DETAILED DESCRIPTION OF THE INVENTION

[0001]

BACKGROUND OF THE INVENTION 1. Field of the Invention The present invention relates to an exhaust gas purifying catalyst used in an exhaust system of an automobile engine, and more particularly to an exhaust gas purifying catalyst having improved strength such as thermal shock resistance.

[0002]

2. Description of the Related Art In recent years, global warming due to carbon dioxide has become a problem, and reducing carbon dioxide emissions has become an issue. In automobiles, reduction of the amount of carbon dioxide in exhaust gas has become an issue, and lean burn engines have been developed in which fuel is burned lean in an oxygen-excess atmosphere. According to this lean burn engine, the emission of carbon dioxide can be suppressed by improving fuel efficiency.

[0003] In this lean burn engine,
Burns in an oxygen-excess fuel-lean condition,
Exhaust gas is reduced in a reducing atmosphere by stoichiometric to rich conditions.
NO as atmosphere_x Has been developed to reduce and purify
Has been used. And the best catalyst for this system
NO in fuel lean atmosphere_x And occluded NO _x 
To release NOx in fuel stoichiometric rich atmosphere_x Occlusion material
NO used_x A storage reduction type exhaust gas purification catalyst has been developed
I have.

For example, Japanese Patent Application Laid-Open No. Hei 5-317652 proposes an exhaust gas purifying catalyst in which an alkaline earth metal such as Ba and Pt are supported on a porous oxide carrier such as γ-Al ₂ O ₃ . Also, JP-A-6-31139 discloses that an alkali metal such as K is used.
An exhaust gas purifying catalyst in which Pt is supported on a porous oxide carrier such as γ-Al ₂ O ₃ has been proposed. Further, Japanese Patent Application Laid-Open No. 5-168860 proposes an exhaust gas purifying catalyst in which a rare earth element such as La and Pt are supported on a porous oxide carrier such as γ-Al ₂ O ₃ .

[0005] By using this NO _x storage-and-reduction type catalyst, by controlling the air-fuel ratio so that the fuel stoichiometric-rich side of the fuel lean side in a pulsed manner, the stoichiometric-rich atmosphere exhaust gas from a lean atmosphere pulsed Becomes Therefore, on the lean side, NO _x is stored in the NO _x storage material,
It is released on the stoichiometric to rich side and is purified by reacting with reducing components such as hydrocarbons (HC) and carbon monoxide (CO) contained in the exhaust gas in large amounts. can efficiently purify NO _x even.
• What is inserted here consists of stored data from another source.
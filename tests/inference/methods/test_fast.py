import json
import os

import bilby
import numpy as np
import pytest

from memory_infer.inference.methods.fast import fast_estimates, sign_partner
from memory_infer.inference.methods.nested import run_nested
from memory_infer.inference.methods.reweighting import (amplitude_curve, mean_ratio as _mean_ratio, reweighting_estimate,
                                                        sign_from_curve)
from memory_infer import MemoryTransient, waveform_generator

from helpers import event_config

DURATION, RATE, START = 4.0, 1024.0, 1e9
SOURCE = dict(mass_1=45.0, mass_2=15.0, luminosity_distance=800.0, a_1=0.0, a_2=0.0, tilt_1=0.0, tilt_2=0.0,
              phi_12=0.0, phi_jl=0.0, theta_jn=1.3, phase=0.7, ra=1.1, dec=0.3, psi=0.4, geocent_time=START + 2.0)


def zero_noise_likelihood(mode_list=None):
    arguments = dict(waveform_approximant="IMRPhenomTHM", minimum_frequency=20.0, reference_frequency=20.0)
    if mode_list:
        arguments["mode_list"] = mode_list
    generator = waveform_generator(DURATION, RATE, START, arguments)
    detectors = bilby.gw.detector.InterferometerList(["CE"])
    detectors[0].minimum_frequency = 20.0
    detectors.set_strain_data_from_zero_noise(RATE, DURATION, START)
    detectors.inject_signal(waveform_generator=generator, parameters=dict(SOURCE, memory_amplitude=1.0))
    return MemoryTransient(detectors, generator)


def test_quadrupole_only_signal_cannot_tell_the_sign():
    # common practice, no source: with only (2, +-2) modes, phase + pi/2 and psi + pi/2 keep the oscillatory
    # strain and flip the memory, so the sign Bayes factor vanishes
    likelihood = zero_noise_likelihood([(2, 2), (2, -2)])
    here, there = likelihood.inner_products(SOURCE), likelihood.inner_products(sign_partner(SOURCE))
    assert abs(here.osc_osc - there.osc_osc) < 1e-9 * here.osc_osc
    assert abs(here.d_osc - there.d_osc) < 1e-9 * abs(here.d_osc)
    assert abs(here.d_mem + there.d_mem) < 1e-9 * abs(here.d_mem)
    estimates, snr = fast_estimates(likelihood, SOURCE)
    two_plus, two_minus = [e.ln_bf for e in estimates if e.method.startswith("two-point")]
    assert snr > 0.5
    assert abs(two_plus - two_minus) < 1e-9


def test_higher_modes_resolve_the_sign():
    # an unequal-mass (q = 3), inclined, loud source with higher modes: the partner point no longer
    # fits the oscillatory signal, so the two-point sign Bayes factor is large
    likelihood = zero_noise_likelihood()
    estimates, snr = fast_estimates(likelihood, SOURCE)
    two_plus, two_minus = [e.ln_bf for e in estimates if e.method.startswith("two-point")]
    assert two_plus - two_minus > 4.0  # zero noise: 2 rho^2 when the partner does not fit
    assert two_plus == pytest.approx(snr ** 2 / 2, rel=1e-6)  # zero noise: rho^2 / 2 (PRD 46, 5236 (1992), mean value)


# ---- the two-point estimator over Gaussian noise -------------------------------------------------------------

def noisy_likelihood(seed, mode_list=None, distance=None, names=("CE",)):
    """Detectors with Gaussian noise and the injection; also the noise alone, per detector."""
    arguments = dict(waveform_approximant="IMRPhenomTHM", minimum_frequency=20.0, reference_frequency=20.0)
    if mode_list:
        arguments["mode_list"] = mode_list
    source = dict(SOURCE, luminosity_distance=distance or SOURCE["luminosity_distance"])
    generator = waveform_generator(DURATION, RATE, START, arguments)
    bilby.core.utils.random.seed(seed)
    detectors = bilby.gw.detector.InterferometerList(list(names))
    for detector in detectors:
        detector.minimum_frequency = 20.0
    detectors.set_strain_data_from_power_spectral_densities(RATE, DURATION, START)
    noise = [detector.frequency_domain_strain.copy() for detector in detectors]
    detectors.inject_signal(waveform_generator=generator, parameters=dict(source, memory_amplitude=1.0))
    return MemoryTransient(detectors, generator), noise, source


def test_two_point_value_is_the_estimator_on_noisy_data():
    # reference library: bilby's own GravitationalWaveTransient (not our inner products) evaluates ln L at the point
    # and its sign partner, at A = 0, +1 and -1; the two-point ln BF is ln[(L(A, p) + L(A, p')) / (L(0, p) + L(0, p'))]
    # and the fixed-parameter one ln L(A, p) - ln L(0, p). Both our estimates (fast_estimates on the full data) and the
    # reduced form at the noise's own projections (two_point_value) must equal them, to 1e-8 nats
    from memory_infer.inference.methods.fast import two_point_terms, two_point_value

    for seed in (1, 2, 3):
        likelihood, noise, source = noisy_likelihood(seed, names=("H1", "L1"), distance=300.0)
        bilby_likelihood = bilby.gw.likelihood.GravitationalWaveTransient(likelihood.interferometers,
                                                                          likelihood.waveform_generator)
        ln_l = {}
        for name, point in (("here", source), ("there", sign_partner(source))):
            for amplitude in (0.0, 1.0, -1.0):
                bilby_likelihood.parameters.update(dict(point, memory_amplitude=amplitude))
                ln_l[name, amplitude] = bilby_likelihood.log_likelihood_ratio()
        reference = {amplitude: float(np.logaddexp(ln_l["here", amplitude], ln_l["there", amplitude])
                                      - np.logaddexp(ln_l["here", 0.0], ln_l["there", 0.0])) for amplitude in (1.0, -1.0)}
        estimates, _ = fast_estimates(likelihood, source)
        found = {(e.family, e.numerator): e.ln_bf for e in estimates}
        assert found["two-point", "memory"] == pytest.approx(reference[1.0], abs=1e-8)
        assert found["two-point", "flipped"] == pytest.approx(reference[-1.0], abs=1e-8)
        assert found["fixed-point", "memory"] == pytest.approx(ln_l["here", 1.0] - ln_l["here", 0.0], abs=1e-8)
        assert found["fixed-point", "flipped"] == pytest.approx(ln_l["here", -1.0] - ln_l["here", 0.0], abs=1e-8)
        terms = two_point_terms(likelihood, source)
        here, there = likelihood.projected_parts(source), likelihood.projected_parts(sign_partner(source))
        memory, partner = [p[1] for p in here], [p[1] for p in there]
        split = [a[0] - b[0] for a, b in zip(here, there)]
        x = [likelihood.network_product(noise, v) for v in (memory, partner, split)]
        assert two_point_value(terms, 1.0, 1.0, x) == pytest.approx(reference[1.0], abs=1e-8)
        assert two_point_value(terms, 1.0, -1.0, x) == pytest.approx(reference[-1.0], abs=1e-8)


def test_degenerate_expectation_series_is_rho_four_over_four():
    # sympy (outside library) expands E[ln cosh(rho^2 + rho z)] - rho^2/2 over z ~ N(0, 1) with the Gaussian
    # moments E[z^k] = (k-1)!!: the leading term is rho^4/4 (the issue text said rho^4/2; the derivation is in
    # memory_infer/inference/methods/fast.py)
    import sympy

    rho, z, y = sympy.symbols("rho z y", positive=True)
    series = sympy.series(sympy.log(sympy.cosh(y)), y, 0, 8).removeO().subs(y, rho ** 2 + rho * z)
    polynomial = sympy.Poly(sympy.expand(series), z)
    moment = lambda k: 0 if k % 2 else sympy.factorial2(k - 1)
    expectation = sum(c * moment(m[0]) for m, c in zip(polynomial.monoms(), polynomial.coeffs())) - rho ** 2 / 2
    leading = sympy.series(sympy.expand(expectation), rho, 0, 6).removeO()
    assert sympy.simplify(leading - rho ** 4 / 4) == 0


def test_quadrupole_only_event_expects_rho_four_over_four():
    # (2, +-2)-only IMRPhenomTHM: delta = 0 and m' = -m (the partner's symmetry), so the expectation is the 1-D
    # integral E[ln cosh(rho^2 + rho z)] - rho^2/2 (independent Gauss-Hermite, 200 nodes, to 1e-9) and about
    # rho^4/4 at small rho (within 6% at rho = 0.3; the series' next term is negative)
    from memory_infer.inference.methods.fast import two_point_noise_average, two_point_terms

    likelihood = zero_noise_likelihood([(2, 2), (2, -2)])
    base = two_point_terms(likelihood, SOURCE)
    assert base["split"] < 1e-12 * likelihood.inner_products(SOURCE).osc_osc
    assert abs(base["memory_cross"] + base["memory"]) < 1e-9 * base["memory"]
    z, w = np.polynomial.hermite_e.hermegauss(200)
    w = w / w.sum()
    for rho in (0.15, 0.3, 1.0):
        scale = rho ** 2 / base["memory"]
        terms = {k: v * scale for k, v in base.items()}  # the same event at another distance
        average = two_point_noise_average(terms, 1.0, 1.0)
        one_dimensional = np.sum(w * np.log(np.cosh(rho ** 2 + rho * z))) - rho ** 2 / 2
        assert abs(average["mean"] - one_dimensional) < 1e-9
        if rho <= 0.3:
            assert abs(average["mean"] / (rho ** 4 / 4) - 1) < 0.06
        assert average["zero_noise"] < average["mean"]  # the noiseless value is not the expectation


def test_sign_resolving_event_expects_rho_squared_over_two():
    # PRD 46, 5236 (1992): with the sign known the expected ln BF is rho^2/2; an edge-on-ish
    # IMRPhenomTHM event in Cosmic Explorer resolves the sign (<delta, delta> ~ 1e2), so the two-point
    # expectation equals rho^2/2 to 1e-6 relative
    from memory_infer.inference.methods.fast import two_point_noise_average, two_point_terms

    likelihood = zero_noise_likelihood()
    terms = two_point_terms(likelihood, SOURCE)
    assert terms["split"] > 50
    average = two_point_noise_average(terms, 1.0, 1.0)
    assert abs(average["mean"] / (terms["memory"] / 2) - 1) < 1e-6
    assert abs(average["spread"] / np.sqrt(terms["memory"]) - 1) < 1e-6  # standard deviation rho (PRD 46, 5236 (1992))


def _terms_from_gram(gram):
    return dict(memory=gram[0, 0], partner_memory=gram[1, 1], memory_cross=gram[0, 1], split=gram[2, 2],
                memory_split=gram[0, 2], partner_split=gram[1, 2])


def test_exact_noise_average_matches_the_tensor_quadrature():
    # the 1-D (mean) and 2-D (spread) integrals against the independent tensor Gauss-Hermite quadrature over the
    # Gram matrix's non-null directions (numpy's hermegauss; 200 nodes per direction for rank 1-2, 80 for rank 3,
    # where it has converged to ~1e-8), both signs of A, to 1e-6
    from memory_infer.inference.methods.fast import hermite_noise_average, two_point_noise_average

    rng = np.random.default_rng(5)
    for rank in (1, 2, 3, 3, 3):
        basis = rng.normal(size=(3, rank)) * rng.uniform(0.2, 2.5, size=rank)
        terms = _terms_from_gram(basis @ basis.T)
        for injected, amplitude in ((1.0, 1.0), (1.0, -1.0), (0.0, 1.0)):
            exact = two_point_noise_average(terms, injected, amplitude)
            check = hermite_noise_average(terms, injected, amplitude, 200 if rank < 3 else 80)
            assert abs(exact["mean"] - check["mean"]) < 1e-6 * max(1.0, abs(check["mean"])), (rank, amplitude)
            assert abs(exact["spread"] - check["spread"]) < 1e-6 * max(1.0, check["spread"]), (rank, amplitude)
            assert exact["quadrature_error"] < 1e-6


def test_noise_draws_follow_their_inputs_to_rounding():
    # consistency only: draws from terms equal to rounding are equal to rounding (eigenvector signs fixed), and a
    # rank-deficient covariance uses as many normal numbers as a full one (the generator's stream stays in step)
    from memory_infer.inference.methods.fast import two_point_draws

    rng = np.random.default_rng(8)
    basis = rng.normal(size=(3, 3))
    terms = _terms_from_gram(basis @ basis.T)
    for flip in range(4):  # the same covariance in rotated coordinates: eigh's signs vary between these
        nudged = {k: v * (1 + 3e-16 * (flip + 1)) for k, v in terms.items()}
        first = two_point_draws(terms, 1.0, 1.0, 64, np.random.default_rng(flip))
        second = two_point_draws(nudged, 1.0, 1.0, 64, np.random.default_rng(flip))
        assert np.max(np.abs(first - second)) < 1e-9 * max(1.0, np.max(np.abs(first)))
    after = []
    for rank in (1, 2, 3):
        generator = np.random.default_rng(3)
        two_point_draws(_terms_from_gram(basis[:, :rank] @ basis[:, :rank].T), 1.0, 1.0, 10, generator)
        after.append(generator.standard_normal())
    assert after[0] == after[1] == after[2]


@pytest.mark.slow
@pytest.mark.parametrize("mode_list, distance", [([(2, 2), (2, -2)], 1200.0), (None, 1500.0)])
def test_exact_noise_average_matches_bilby_noise_realizations(mode_list, distance):
    # brute force: 1500 noise realizations from bilby's own generator (set_strain_data_from_power_spectral_densities,
    # Cosmic Explorer), the two-point estimator evaluated at each realization's projections <n,m>, <n,m'>,
    # <n,delta>; a (2, +-2)-only event (sign hidden: strongly non-Gaussian ln BF) and a near-equal-mass event with
    # every mode (sign resolved). Mean and spread within 4 standard errors of the exact integrals.
    from memory_infer.inference.methods.fast import two_point_noise_average, two_point_terms, two_point_value

    likelihood = zero_noise_likelihood(mode_list)
    point = dict(SOURCE, mass_1=31.0, mass_2=29.0, luminosity_distance=distance)
    terms = two_point_terms(likelihood, point)
    assert 0.3 < terms["memory"] < 30
    here, there = likelihood.projected_parts(point), likelihood.projected_parts(sign_partner(point))
    vectors = ([p[1] for p in here], [p[1] for p in there], [a[0] - b[0] for a, b in zip(here, there)])
    detectors = bilby.gw.detector.InterferometerList(["CE"])
    detectors[0].minimum_frequency = 20.0
    bilby.core.utils.random.seed(12)
    projections = []
    for _ in range(1500):
        detectors.set_strain_data_from_power_spectral_densities(RATE, DURATION, START)
        noise = [detector.frequency_domain_strain for detector in detectors]
        projections.append([likelihood.network_product(noise, v) for v in vectors])
    values = two_point_value(terms, 1.0, 1.0, np.array(projections))
    exact = two_point_noise_average(terms, 1.0, 1.0)
    n, spread = values.size, values.std(ddof=1)
    assert abs(values.mean() - exact["mean"]) < 4 * spread / np.sqrt(n)
    spread_error = np.std((values - values.mean()) ** 2) / (2 * spread * np.sqrt(n))  # delta method
    assert abs(spread - exact["spread"]) < 4 * spread_error
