def finer_levels(series: ModeSeries, generate, minimum_frequency: float, reference_frequency: float,
                 cut_from_spectra: bool = False, interpolate=None) -> list:
    """The finer samplings ``series`` needs for its memory, coarse to fine (empty when it needs none).

    ``generate(delta_t, minimum_frequency, reference_frequency)`` returns the same binary's modes.
    Each returned series has ``use_from`` set: the time (s) from which it replaces the level before.
    ``cut_from_spectra``: ``generate`` cuts the levels from the same mode spectra (frequency-domain models), so a
    level from a later start is the same binary for any spins and exact at every step: every level is generated
    that way, none interpolated from ``series`` (whose band ends at the data's Nyquist frequency).
    ``interpolate(join_time, factor)``: a precessing model's own interpolated level (SEOBNRv5PHM's co-precessing
    modes and rotation, :class:`.pyseobnr_modes.CoprecessingFrame`), used as the aligned-spin interpolation is, on
    data grids of at most ``INTERPOLATION_STEP`` M.
    """
    levels, current = [], series
    if interpolate is None and _interpolable(series):
        interpolate = functools.partial(interpolated_level, series)
    elif interpolate is not None and series.delta_t > INTERPOLATION_STEP * series.mass_seconds:
        interpolate = None
    if not cut_from_spectra and interpolate is not None:
        factor = 1
        for _ in range(MAX_LEVELS):
            failure = first_unresolved(current)
            if failure is None:
                return levels
            factor *= LEVEL_FACTOR
            current = interpolate(failure[0], factor)
            levels.append(current)
        raise WaveformError(f"the merger of this binary is not resolved after {MAX_LEVELS} finer samplings; "
                            "its memory cannot be computed reliably")
    for _ in range(MAX_LEVELS):
        failure = first_unresolved(current, whole=cut_from_spectra)
        if failure is None:
            return levels
        join_time, join_frequency = failure
        delta_t = current.delta_t / LEVEL_FACTOR
        if not series.aligned_spins and not cut_from_spectra:  # full length: jump straight to a ~0.35 M step
            while delta_t > PRECESSING_STEP * series.mass_seconds:
                delta_t /= 2
            samples = series.times.size * series.delta_t / delta_t
            if samples > PRECESSING_SAMPLES:
                raise WaveformError(f"this precessing binary needs {samples:.2g} samples at the merger's step over "
                                    f"its whole length (limit {PRECESSING_SAMPLES:.0e}); raise [model] "
                                    "minimum_frequency to shorten it")
            fine = generate(delta_t, minimum_frequency, reference_frequency)
        else:
            fine = _later_start(series, generate, delta_t, max(minimum_frequency, START_FRACTION * join_frequency),
                                minimum_frequency, reference_frequency, join_time)
            if cut_from_spectra and fine.times[0] > join_time - 8 * fine.delta_t:  # cut too late (a noisy early
                fine = generate(delta_t, minimum_frequency, reference_frequency)  # frequency): the whole series
        fine.use_from = join_time
        levels.append(fine)
        current = fine
    raise WaveformError(f"the merger of this binary is not resolved after {MAX_LEVELS} finer samplings; "
                        "its memory cannot be computed reliably")


def _later_start(series, generate, delta_t, start, minimum_frequency, reference_frequency, join_time):
    """The same aligned-spin binary from a later start frequency, in the coarse level's phase convention."""
    while True:
        try:
            try:
                return generate(delta_t, start, reference_frequency)
            except WaveformError as error:
                if "reference" not in str(error).lower() and "fref" not in str(error).lower():
                    raise
                fine = generate(delta_t, start, max(start, reference_frequency))
                return rotate_onto(fine, series, join_time)
        except WaveformError:
            # some models refuse late starts (SEOBNRv4PHM's initial-frequency limit): start earlier
            if start <= minimum_frequency * 1.0001:
                raise
            start = max(minimum_frequency, start / 2)
            logger.debug("finer level restarted from %.1f Hz", start)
The HC and CO in the exhaust gas, since it is consumed in the reduction of the NO _x while being oxidized by the noble metal, HC
And CO is also purified efficiently.

[0006]

In an exhaust gas purifying catalyst for an automobile, the catalyst is stably held in an exhaust gas flow passage of the automobile, the contact area between the exhaust gas and the catalyst component is increased, and an increase in pressure loss is suppressed as much as possible. There is a need to. Therefore, conventionally, a honeycomb-shaped substrate formed of MgO / Al ₂ O ₃ / SiO ₂ composite oxide such as cordierite has been used,
A monolith catalyst having a coat layer formed of a porous carrier carrying a catalyst component formed on the surface of the substrate is often used.

[0007] However in _the NO _x storage reduction type monolithic catalyst, one using an alkali metal as _the NO _x storage material, degradation of the substrate occurs during use, thermal shock resistance as compared with other catalysts such as three-way catalyst It was clarified that the strength of such as decreased. Therefore, it is necessary to increase the frequency of replacement, and there is a problem that the cost per unit usage time is high.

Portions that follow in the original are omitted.